__Work instruction__. Give the listing again, word for word.
==== Provided records ====
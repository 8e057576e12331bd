export {
  type TruncatedSeries,
  truncatedSeries,
  seriesAt,
  expandRational,
  expandRationalQ,
  polyMulZ,
  polyPowZ,
  sameRationalFunction,
} from "./power";
export { guessRational, type RationalGuess } from "./guess";
export { eventualPeriod } from "./period";
export { poincareSeries, type PoincareSeries } from "./poincare";
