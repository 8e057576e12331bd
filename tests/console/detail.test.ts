/// The console's control for a value stored as a summary (issue 13, item 1: "detail fetched on
/// demand"): the marker the engine slot writes (lib/compute/large-values.ts `bounded`) is read
/// by the console (render/detail.ts), and the value's drawing (views/value-view.tsx, rendered
/// to static markup here: no browser) offers to load and download the whole value with its
/// size, only for a summary. tests/browser/value-detail.ts clicks it against the real server.
import { mkdtempSync, readFileSync, rmSync } from "node:fs";
import os from "node:os";
import path from "node:path";
import { createElement } from "react";
import { renderToStaticMarkup } from "react-dom/server";
import { afterAll, beforeAll, describe, expect, it } from "vitest";
import { detailFileName, detailOfValue, detailProblem, formatBytes } from "@/app/_console/render/detail";
import { ValueView } from "@/app/_console/views/value-view";
import { bounded } from "@/lib/compute/large-values";
import type { ValueReading } from "@/lib/wire/reading";

const detailDir = mkdtempSync(path.join(os.tmpdir(), "ringside-console-details-"));
beforeAll(() => {
  process.env.RINGSIDE_LARGE_VALUE_BYTES = "2000";
  process.env.RINGSIDE_DETAIL_DIR = detailDir;
});
afterAll(() => {
  delete process.env.RINGSIDE_LARGE_VALUE_BYTES;
  delete process.env.RINGSIDE_DETAIL_DIR;
  rmSync(detailDir, { recursive: true, force: true });
});

const RING = { type: "Ring", text: "Q[x]", field: "Q", vars: ["x"], degrees: [1], order: "grevlex", ideal: [] };
/// A 60 × 60 matrix of polynomials: well above 2000 bytes as JSON.
function bigMatrix() {
  const rows = Array.from({ length: 60 }, (_, i) => Array.from({ length: 60 }, (_, j) => `x^${i + j} + ${i * j}`));
  return { type: "Matrix", text: "a 60 × 60 matrix", rows, cols: 60, ring: RING };
}

const render = (value: ValueReading, detailAddress?: (id: string) => string) =>
  renderToStaticMarkup(createElement(ValueView, { value, context: { objects: [], detailAddress } }));

describe("the marker of a value stored as a summary", () => {
  it("is read from what the engine slot sends, and names the file holding the whole value", () => {
    const whole = bigMatrix();
    const summary = bounded(whole) as unknown as ValueReading;
    expect(summary.type).toBe("Str");
    const marker = detailOfValue(summary);
    expect(marker).not.toBeNull();
    expect(marker!.type).toBe("Matrix");
    expect(marker!.bytes).toBe(JSON.stringify(whole).length);
    expect(JSON.parse(readFileSync(path.join(detailDir, `${marker!.id}.json`), "utf8"))).toEqual(whole);
  });

  it("is absent from a whole value and from malformed markers", () => {
    expect(detailOfValue({ type: "Int", text: "2", value: "2" } as ValueReading)).toBeNull();
    const bad = (detail: unknown) => ({ type: "Str", text: "…", value: "…", detail }) as unknown as ValueReading;
    expect(detailOfValue(bad({ id: "../../etc/passwd", bytes: 10, type: "Matrix" }))).toBeNull();
    expect(detailOfValue(bad({ id: "0123abcd-0000-4000-8000-000000000000", bytes: -1, type: "Matrix" }))).toBeNull();
    expect(detailOfValue(bad("0123abcd-0000-4000-8000-000000000000"))).toBeNull();
    expect(detailOfValue(bad({ id: "0123abcd-0000-4000-8000-000000000000", bytes: 5, type: "Matrix" }))).toEqual({
      id: "0123abcd-0000-4000-8000-000000000000",
      bytes: 5,
      type: "Matrix",
    });
  });

  it("says sizes, file names and refusals in words", () => {
    expect(formatBytes(812)).toBe("812 bytes");
    expect(formatBytes(82_125)).toBe("80.2 KB");
    expect(formatBytes(15_309_209)).toBe("14.6 MB");
    expect(detailFileName({ id: "0123abcd-0000-4000-8000-000000000000", bytes: 1, type: "Complex" })).toBe(
      "ringside-complex-0123abcd.json",
    );
    expect(detailProblem(404, "The value's detail does not exist.")).toMatch(/not stored on this server.*does not exist\.\)$/);
    expect(detailProblem(403)).toMatch(/no longer read this session/);
    expect(detailProblem(401)).toMatch(/Sign in again/);
    expect(detailProblem(500)).toMatch(/answered 500/);
  });
});

describe("the value's drawing", () => {
  it("offers to load and to download the whole of a summarised value, with its size", () => {
    const summary = bounded(bigMatrix()) as unknown as ValueReading;
    const marker = detailOfValue(summary)!;
    const html = render(summary, (id) => `/api/sessions/s1/details/${id}`);
    expect(html).toContain('data-testid="value-detail"');
    expect(html).toContain(`data-detail-id="${marker.id}"`);
    expect(html).toContain(`the full Matrix takes ${formatBytes(marker.bytes)}`);
    expect(html).toContain(`Load the full value (${formatBytes(marker.bytes)})`);
    expect(html).toContain("Download as JSON");
  });

  it("shows the size but no fetch control where no session serves the detail", () => {
    const html = render(bounded(bigMatrix()) as unknown as ValueReading);
    expect(html).toContain('data-testid="value-detail"');
    expect(html).not.toContain("Load the full value");
  });

  it("draws a whole value with no such control", () => {
    const small = { type: "Poly", text: "x^2 + 1", ring: RING } as unknown as ValueReading;
    expect(bounded(small)).toBe(small);
    expect(render(small, (id) => `/api/sessions/s1/details/${id}`)).not.toContain("value-detail");
  });
});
====
__Response box__.
repository 8e057576e12331bd
export {
  type TruncatedSeries,
  truncatedSeries,
  seriesAt,
  expandRational,
  expandRationalQ,
  polyMulZ,
  polyPowZ,
  sameRationalFunction,
} from "./power";
export { guessRational, type RationalGuess } from "./guess";
export { eventualPeriod } from "./period";
export { poincareSeries, type PoincareSeries } from "./poincare";
repository 8e057576e12331bd
filename tests/console/detail.test.ts
/// The console's control for a value stored as a summary (issue 13, item 1: "detail fetched on
/// demand"): the marker the engine slot writes (lib/compute/large-values.ts `bounded`) is read
/// by the console (render/detail.ts), and the value's drawing (views/value-view.tsx, rendered
/// to static markup here: no browser) offers to load and download the whole value with its
/// size, only for a summary. tests/browser/value-detail.ts clicks it against the real server.
import { mkdtempSync, readFileSync, rmSync } from "node:fs";
import os from "node:os";
import path from "node:path";
import { createElement } from "react";
import { renderToStaticMarkup } from "react-dom/server";
import { afterAll, beforeAll, describe, expect, it } from "vitest";
import { detailFileName, detailOfValue, detailProblem, formatBytes } from "@/app/_console/render/detail";
import { ValueView } from "@/app/_console/views/value-view";
import { bounded } from "@/lib/compute/large-values";
import type { ValueReading } from "@/lib/wire/reading";

const detailDir = mkdtempSync(path.join(os.tmpdir(), "ringside-console-details-"));
beforeAll(() => {
  process.env.RINGSIDE_LARGE_VALUE_BYTES = "2000";
  process.env.RINGSIDE_DETAIL_DIR = detailDir;
});
afterAll(() => {
  delete process.env.RINGSIDE_LARGE_VALUE_BYTES;
  delete process.env.RINGSIDE_DETAIL_DIR;
  rmSync(detailDir, { recursive: true, force: true });
});

const RING = { type: "Ring", text: "Q[x]", field: "Q", vars: ["x"], degrees: [1], order: "grevlex", ideal: [] };
/// A 60 × 60 matrix of polynomials: well above 2000 bytes as JSON.
function bigMatrix() {
  const rows = Array.from({ length: 60 }, (_, i) => Array.from({ length: 60 }, (_, j) => `x^${i + j} + ${i * j}`));
  return { type: "Matrix", text: "a 60 × 60 matrix", rows, cols: 60, ring: RING };
}

const render = (value: ValueReading, detailAddress?: (id: string) => string) =>
  renderToStaticMarkup(createElement(ValueView, { value, context: { objects: [], detailAddress } }));

describe("the marker of a value stored as a summary", () => {
  it("is read from what the engine slot sends, and names the file holding the whole value", () => {
    const whole = bigMatrix();
    const summary = bounded(whole) as unknown as ValueReading;
    expect(summary.type).toBe("Str");
    const marker = detailOfValue(summary);
    expect(marker).not.toBeNull();
    expect(marker!.type).toBe("Matrix");
    expect(marker!.bytes).toBe(JSON.stringify(whole).length);
    expect(JSON.parse(readFileSync(path.join(detailDir, `${marker!.id}.json`), "utf8"))).toEqual(whole);
  });

  it("is absent from a whole value and from malformed markers", () => {
    expect(detailOfValue({ type: "Int", text: "2", value: "2" } as ValueReading)).toBeNull();
    const bad = (detail: unknown) => ({ type: "Str", text: "…", value: "…", detail }) as unknown as ValueReading;
    expect(detailOfValue(bad({ id: "../../etc/passwd", bytes: 10, type: "Matrix" }))).toBeNull();
    expect(detailOfValue(bad({ id: "0123abcd-0000-4000-8000-000000000000", bytes: -1, type: "Matrix" }))).toBeNull();
    expect(detailOfValue(bad("0123abcd-0000-4000-8000-000000000000"))).toBeNull();
    expect(detailOfValue(bad({ id: "0123abcd-0000-4000-8000-000000000000", bytes: 5, type: "Matrix" }))).toEqual({
      id: "0123abcd-0000-4000-8000-000000000000",
      bytes: 5,
      type: "Matrix",
    });
  });

  it("says sizes, file names and refusals in words", () => {
    expect(formatBytes(812)).toBe("812 bytes");
    expect(formatBytes(82_125)).toBe("80.2 KB");
    expect(formatBytes(15_309_209)).toBe("14.6 MB");
    expect(detailFileName({ id: "0123abcd-0000-4000-8000-000000000000", bytes: 1, type: "Complex" })).toBe(
      "ringside-complex-0123abcd.json",
    );
    expect(detailProblem(404, "The value's detail does not exist.")).toMatch(/not stored on this server.*does not exist\.\)$/);
    expect(detailProblem(403)).toMatch(/no longer read this session/);
    expect(detailProblem(401)).toMatch(/Sign in again/);
    expect(detailProblem(500)).toMatch(/answered 500/);
  });
});

describe("the value's drawing", () => {
  it("offers to load and to download the whole of a summarised value, with its size", () => {
    const summary = bounded(bigMatrix()) as unknown as ValueReading;
    const marker = detailOfValue(summary)!;
    const html = render(summary, (id) => `/api/sessions/s1/details/${id}`);
    expect(html).toContain('data-testid="value-detail"');
    expect(html).toContain(`data-detail-id="${marker.id}"`);
    expect(html).toContain(`the full Matrix takes ${formatBytes(marker.bytes)}`);
    expect(html).toContain(`Load the full value (${formatBytes(marker.bytes)})`);
    expect(html).toContain("Download as JSON");
  });

  it("shows the size but no fetch control where no session serves the detail", () => {
    const html = render(bounded(bigMatrix()) as unknown as ValueReading);
    expect(html).toContain('data-testid="value-detail"');
    expect(html).not.toContain("Load the full value");
  });

  it("draws a whole value with no such control", () => {
    const small = { type: "Poly", text: "x^2 + 1", ring: RING } as unknown as ValueReading;
    expect(bounded(small)).toBe(small);
    expect(render(small, (id) => `/api/sessions/s1/details/${id}`)).not.toContain("value-detail");
  });
});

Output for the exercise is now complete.